SUARA PEMBARUAN DAILY

Oleh Iqrak Sulhin

Media massa nasional belum lama ini banyak menyiarkan pemindahan 244 narapidana (napi) yang merupakan bandar narkoba ke Nusakambangan (NK). Di tempat itu, ke-244 napi disebar di empat lembaga pemasyarakatan (lapas) super-maximum security (SMS).

Upaya memutus rantai bandar narkoba yang sudah dibui dengan perdagangan di luar penjara, positif untuk masyarakat. Pertanyaan selanjutnya, apa saja masalah di penjara kita? Hal ini perlu dipertanyakan, sebab sampai sekarang, masalah pokok penjara adalah regulasi menyimpang dan overcrowding (overkapasitas) di kota-kota besar.

Keduanya kemudian berkorelasi dengan kualitas pengelolaan penjara. Masalah bandar narkoba hanyalah sebagian kecil, bukan inti masalah.

Setelah sekian lama penjara hanya dikelola pemerintah, kita harus mengakui masih banyak masalah. Tulisan ini akan mencoba menelaah kemungkinan penjara yang dikelola swasta. Saatnya alternatif solusi secara multistakeholder, yang tak hanya dikelola oleh Dephukham, juga stakeholder lain yaitu organisasi masyarakat sipil (LSM) dan swasta.

Pengalaman Amerika Serikat dan Australia dapat dijadikan pembanding. Dalam upaya mengatasi penjara, mereka membentuk suatu badan yang dikenal dengan Prison Ombudsman (Ombudsman Penjara/OP). Lembaga ini berfungsi sebagai mediator antara sejumlah stakeholder: narapidana, petugas penjara, dan otoritas yang ada di atas penjara (di Indonesia, Ditjen Pemasyarakatan).

Tugas OP tak jauh berbeda dengan tugas lembaga ombudsman yang kita kenal selama ini. Jika ombudsman secara umum berurusan dengan keluhan masyarakat atas penyelenggaraan administrasi dan kebijakan publik, OP berurusan dengan pelaksanaan pidana dan pembinaan di penjara.

Wilayah kerja OP (di Amerika dan Australia), antara lain kondisi fisik penjara, kesehatan, kualitas makanan, pendidikan dan pelatihan. OP independen dari struktur pemerintahan. Jika dikontekstualisasi di Indonesia, lembaga ini harus independen dari Dephukham, berarti langsung berada di bawah presiden.

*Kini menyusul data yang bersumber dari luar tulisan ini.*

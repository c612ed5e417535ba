import { memo, use, useState } from "react";
import { labelOf } from "../../core/catalogue.ts";
import { bare, type Quantity } from "../../core/quantity.ts";
import { type PlannedName, plannedNames, requiredDuration } from "../../core/station/requiredDuration.ts";
import type { StationResult } from "../../core/stationResult.ts";
import { unitOf } from "../../core/unitText.ts";
import { formatDigits, formatNumber, withUnit } from "../../figures/formatNumber.ts";
import { quantityText } from "../../figures/formatQuantity.ts";
import { positionDecimals } from "../../figures/positionDecimals.ts";
import { RestedCases } from "../page/restedCases.ts";
import type { CaseView } from "../session/caseView.ts";
import { CaseMark } from "./CaseMark.tsx";
import { cellKeys } from "./cellKeys.ts";
import { Definition } from "./Definition.tsx";
import { Fold } from "./Fold.tsx";
import { NumberButton } from "./NumberButton.tsx";
import { NumberField } from "./NumberField.tsx";
import { formatted } from "./QuantityText.tsx";
import { RichText } from "./RichText.tsx";
import { SymbolText } from "./SymbolText.tsx";
import { TableScroll } from "./TableScroll.tsx";

/** Record lengths that would bring Tu, L11 and lambda to an interval of the width that is asked for. */
export function DurationFold() {
  const cases = use(RestedCases);
  const [percent, setPercent] = useState(2);
  const recorded = cases.filter((view) => view.stations.some(({ duration }) => duration !== null));
  if (recorded.length === 0) return null;
  const unit = unitOf("T", recorded[0].units);
  return (
    <Fold name="How long must be sampled" fact={withUnit(`±\u202f${formatNumber(percent, 1)}`, "%")}>
      <NumberField
        label="95 % interval wanted, ± per cent of the value"
        value={percent}
        above={0}
        onChange={(value) => value !== null && value > 0 && setPercent(value)}
      />
      <TableScroll label="Record lengths">
        <table className="data dense stations-table" {...cellKeys}>
          <thead>
            <tr>
              <th scope="col">
                <SymbolText runs={labelOf("x").symbol} />
                {unitOf("L", recorded[0].units) !== "" && ` (${unitOf("L", recorded[0].units)})`}
              </th>
              <th scope="col">
                <Definition of="duration">recorded{unit !== "" && ` (${unit})`}</Definition>
              </th>
              {plannedNames.map((key) => (
                <th scope="col" key={key}>
                  <Definition of="requiredDuration">
                    for <SymbolText runs={labelOf(key).symbol} />
                    {unit !== "" && ` (${unit})`}
                  </Definition>
                </th>
              ))}
            </tr>
          </thead>
          {recorded.map((view) => (
            <DurationRows view={view} width={percent / 100} key={view.id} />
          ))}
        </table>
      </TableScroll>
    </Fold>
  );
}

/** Each length is a search of its own: they follow a bracket only once it rests. */
const DurationRows = memo(function DurationRows({ view, width }: { view: CaseView; width: number }) {
  const decimals = positionDecimals(view.stations.map(({ x }) => x));
  return (
    <tbody>
      <tr>
        <th scope="rowgroup" className="text" colSpan={plannedNames.length + 2}>
          <CaseMark mark={view.mark} /> {view.name}
        </th>
      </tr>
      {view.stations.map((station) => {
        const needed = requiredDuration(station, width);
        return (
          <tr key={station.x}>
            <td>{formatNumber(station.x, decimals)}</td>
            <td>
              <Recorded view={view} station={station} />
            </td>
            {plannedNames.map((key) => (
              <td key={key} className={needed[key].value === null ? "why" : undefined}>
                <Needed quantity={needed[key]} of={key} width={width} view={view} station={station} />
              </td>
            ))}
          </tr>
        );
      })}
    </tbody>
  );
});

interface OfStation {
  readonly view: CaseView;
  readonly station: StationResult;
}

function Recorded({ view, station }: OfStation) {
  if (station.duration === null) return "–";
  return (
    <NumberButton
      of="duration"
      quantity={bare(station.duration, "counted, not estimated")}
      at={{ kind: "station", view, station }}
      cell
    >
      {formatDigits(station.duration, 3)}
    </NumberButton>
  );
}

/** A record length to plan with; its definition says for which number, and what that has now. */
function Needed({
  quantity,
  of,
  width,
  view,
  station,
}: OfStation & { quantity: Quantity; of: PlannedName; width: number }) {
  if (quantity.value === null) return <RichText text={quantity.why} />;
  const shown = formatDigits(quantity.value, 2);
  const { facts } = station;
  const unit = unitOf("T", view.units);
  const rows = [
    ["for", labelOf(of).name],
    ["half-width asked for", withUnit(`±\u202f${formatNumber(100 * width, 1)}`, "%")],
    ["now", quantityText(formatted(station[of], { label: of, units: view.units }))],
    ["recorded", withUnit(formatDigits(station.duration ?? 0, 3), unit)],
    ["integral times", facts.integralTimes === null ? "not known" : formatDigits(facts.integralTimes, 2)],
  ] as const;
  return (
    <NumberButton
      of="requiredDuration"
      quantity={quantity}
      at={{ kind: "page", view, shown: withUnit(shown, unit), rows }}
      cell
    >
      {shown}
    </NumberButton>
  );
}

Kalau seandainya kita mempunyai OP, haruslah independen, karena Ditjen Pemasyarakatan hingga sekarang ini masih menjadi single stakeholder penjara. Di sisi lain, bagaimana mungkin menangani masalah penjara dengan baik, jika yang ditugaskan memperbaiki penjara adalah bagian dari masalah itu sendiri?

Serba Tak Beruntung
Sebelum lebih lanjut membahas kemungkinan penjara yang dikelola swasta, mari kita tengok dulu input yang masuk ke penjara. Mereka yang menjadi napi adalah orang- orang serba tak beruntung, yang tidak dapat memperjuangkan dirinya sendiri. Mulai dari proses penangkapan, dari begitu banyak pencopet, hanya sebagian kecil yang tertangkap. Di semua negeri, hanya sebagian kecil pelanggar pidana yang tertangkap.
Di pengadilan, seharusnya terdakwa memerlukan pengacara andal, namun urung karena biayanya tak sedikit. Status sosial ekonomi terdakwa, mayoritas menengah ke bawah, sehingga tak mampu membayar pengacara.

Dengan input seperti ini (mayoritas napi dari status sosial ekonomi rendah), napi kehilangan privasi -sering berakhir dalam bentuk resistensi terhadap sistem penjara. Tak sedikit yang bunuh diri, sebagai alternatif menghilangkan penderitaan. Kemudian, dengan input yang amburadul demikian, penjara masih diperparah oleh proses dan manajemen, bahkan menjadi faktor dominan atas sejumlah masalah penjara.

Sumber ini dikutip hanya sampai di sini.